Rural hospitals in a bind, panel told

UAMS chief says hard-to-get health workers part of issue

A declining population of potential patients and difficulty recruiting doctors, nurses and other health care professionals are among the challenges the state's rural hospitals face, hospital officials told a legislative committee Thursday.

Addressing the Legislative Council's Hospital and Medicaid Study Subcommittee, Cam Patterson, chancellor of the University of Arkansas for Medical Sciences, noted that 39 of the state's 75 counties have just one hospital, and 28 don't have one at all.

He credited the state's decision to expand Medicaid in 2014 with staving off a wave of rural hospital closures, such as ones that affected surrounding states that did not expand Medicaid.

"If a similar wave were to break in the state of Arkansas, it would literally break the back of health care in the state," Patterson said.

The subcommittee's House chairman, Rep.

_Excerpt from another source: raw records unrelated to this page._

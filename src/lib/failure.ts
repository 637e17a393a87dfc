/**
 * A refusal with its status and the fields at fault: the JSON API answers it as
 * { error, issues }, and form actions show the message beside the field.
 */
export class ApiFailure extends Error {
	constructor(
		readonly status: number,
		message: string,
		readonly issues: { path: string; message: string }[] = []
	) {
		super(message);
	}
}
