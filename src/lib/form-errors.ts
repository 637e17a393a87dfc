/**
 * What a form says when the server could not take it (a 503 with its reason, or a fault of
 * ours), shown beside the form that keeps what was typed instead of leaving the page.
 */
export function failureWords(result: { status?: number; error: { message?: string } }): string {
	if (result.status === 503 && result.error.message) return result.error.message;
	if (result.status === 413 && result.error.message) return result.error.message;
	return 'We could not take that just now; nothing was saved. Try again in a minute.';
}
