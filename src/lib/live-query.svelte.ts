import { replaceState } from '$app/navigation';
import { page } from '$app/state';

/**
 * Asks a JSON route as a form changes: waits for typing to settle, keeps only the newest answer,
 * says when it is busy or failed, and puts the query in the address bar so the view can be shared.
 * Call `ask` from an $effect and return what it returns (it cancels a pending ask).
 */
export class LiveQuery<T> {
	busy = $state(false);
	problem = $state('');
	#seq = 0;
	#first = true;

	constructor(
		private endpoint: string,
		private failure: string,
		private onAnswer: (body: T) => void,
		private delayMs = 250
	) {}

	ask(q: URLSearchParams) {
		// The first answer came with the page.
		if (this.#first) {
			this.#first = false;
			return;
		}
		const mine = ++this.#seq;
		this.busy = true;
		const timer = setTimeout(async () => {
			try {
				const res = await fetch(`${this.endpoint}?${q}`);
				const body = await res.json();
				if (mine !== this.#seq) return;
				if (!res.ok) throw new Error(body.error ?? res.statusText);
				this.onAnswer(body as T);
				this.problem = '';
				replaceState(`${page.url.pathname}?${q}`, {});
			} catch (e) {
				if (mine === this.#seq) this.problem = `${this.failure}: ${(e as Error).message}`;
			} finally {
				if (mine === this.#seq) this.busy = false;
			}
		}, this.delayMs);
		return () => clearTimeout(timer);
	}
}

Fred Love, D-Little Rock, said the meeting was the first in a series that the group will have on health care in rural areas.

"We want to focus on rural health because we did not focus very much on rural health during the 92nd General Assembly," Love said, referring to the legislative session that ended in April.

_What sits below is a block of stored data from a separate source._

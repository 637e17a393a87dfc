/**
 * The time, in one place: services take `now` as an argument and routes pass `clock()`, so tests
 * can run batching and expiry at any moment they choose.
 */
export const clock = (): Date => new Date();
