import type { z } from 'zod';

export type Issue = { path: string; message: string };

/**
 * The one way a service refuses: a status, words for the person, and the fields at fault. The
 * JSON API answers it as `{ error, issues }` (`api()` in server/api.ts) and form actions show it
 * beside the field or above the form (`formFailure` in server/web/form-failure.ts).
 */
export class Failure extends Error {
	constructor(
		readonly status: number,
		message: string,
		readonly issues: Issue[] = []
	) {
		super(message);
	}
}

/** A refusal of one field: its words shown beside it and as the message. */
export const fieldFailure = (status: number, path: string, message: string) =>
	new Failure(status, message, [{ path, message }]);

/** Checks a body against its schema; a misfit is a 422 naming each field. */
export function parse<S extends z.ZodType>(schema: S, body: unknown): z.infer<S> {
	const r = schema.safeParse(body);
	if (!r.success) {
		throw new Failure(
			422,
			'The body does not fit the schema.',
			r.error.issues.map((i) => ({ path: i.path.join('.'), message: i.message }))
		);
	}
	return r.data;
}
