// Light pages, dark pages, or whatever the device prefers (the default). The colours of both are
// the same tokens (app.css), so every page has both.
export const THEMES = ['device', 'light', 'dark'] as const;
export type Theme = (typeof THEMES)[number];
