def expand(loaded: StudyFile) -> list[Variant]:
    """All variants of a study, in factorial order (first axis slowest).

    Raises
    ------
    StudyFileError
        When exclusions drop every variant, or two variants are identical.
    """
    study = loaded.study
    base = study.canonical()
    axes = _axes(study)
    hashes: dict[str, str] = {}  # filled by variant_params as files are met
    variants: list[Variant] = []
    ids: dict[str, str] = {}
    for combo in itertools.product(*[range(len(rows)) for _, _, rows in axes]):
        assignment: dict[str, Any] = {}
        for (_, paths, rows), j in zip(axes, combo, strict=True):
            assignment.update(zip(paths, rows[j], strict=True))
        if any(all(_same(assignment[p], v) for p, v in entry.items()) for entry in study.exclude):
            continue
        resolved = _substitute(base, assignment, loaded.folder)
        if resolved.climate is None:
            resolved = resolved.model_copy(update={"climate": resolved.default_climate})
        canon = resolved.canonical()
        # file paths as written in the study file (portable, no machine paths);
        # other values in canonical form (90 -> 90.0)
        axis_values = {p: str(v) if p in _FILE_KEYS
                       else get_path(canon, named_parts(canon, split_path(p)))
                       for p, v in assignment.items()}
        params = variant_params(resolved, hashes)
        variant_id = hashlib.sha256(canonical_json(params).encode()).hexdigest()[:16]
        label = " ".join(f"{p}={_format(v)}" for p, v in axis_values.items()) or "base"
        if variant_id in ids:
            raise loaded.error(("vary",), f"variants '{ids[variant_id]}' and '{label}' are "
                               "identical; remove the repeated value")
        ids[variant_id] = label
        variants.append(Variant(index=len(variants), variant_id=variant_id, label=label,
                                axes=axis_values, study=resolved, params=params))
    if not variants:
        raise loaded.error(("exclude",), "every variant is excluded; loosen 'exclude'")
    return variants


def axis_names(study: Study) -> list[str]:
    """Varied paths in study-file order (the coordinates of the results store)."""
    return [p for _, paths, _ in _axes(study) for p in paths]


def study_hash(loaded: StudyFile, variants: list[Variant]) -> str:
    """Hash of what fixes a results store's layout and contents.

    The variant ids (in store order), the axes, the metric families,
    ``store_series`` and the version of the kernels that compute results
    (:data:`kernels.RESULTS_VERSION`, derived from their sources), so a store is
    never finished by code that computes differently from the code that began
    it; not the study name or the ``rank`` section, so editing ranking criteria
    keeps a store usable.
    """
    from luxsweep.kernels import RESULTS_VERSION

    study = loaded.study
    payload = {
        "variants": [v.variant_id for v in variants],
        "axes": axis_names(study),
        "metrics": list(study.metrics),
        "store_series": study.store_series,
        "results_version": RESULTS_VERSION,
    }
    return hashlib.sha256(canonical_json(payload).encode()).hexdigest()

The issue affects residents' health as well as their economic well-being, since hospitals are often one of a community's biggest employers, he said.

The difficulties that rural hospitals face were highlighted earlier this year when Sevier County's only hospital, De Queen Medical Center, closed after the financial collapse of its Missouri parent company, EmpowerHMS.

Last month, Conway Regional Medical Center took control of Dardanelle Hospital and River Valley Medical Center, which had been described by its board as being in fiscal distress under its previous owner, Allegiance Health Management of Shreveport.

Patterson said a lack of access to health care providers is "probably the overwhelming factor" explaining why Arkansas ranks near the bottom of states on measures of health outcomes.

One way UAMS is trying to help is by providing rural hospitals with access to its specialists through telemedicine.

The state also needs to "dramatically increase the number of health care professionals that we train in the state," he said.

Phillip Gilmore, chief executive of Ashley County Medical Center in Crossett, said his hospital has had success in recruiting physicians, but is constantly searching for nurses and other health care professionals.

"We've been looking for two physical therapists now for a long time, and we can't find some who will come to a rural area," he said.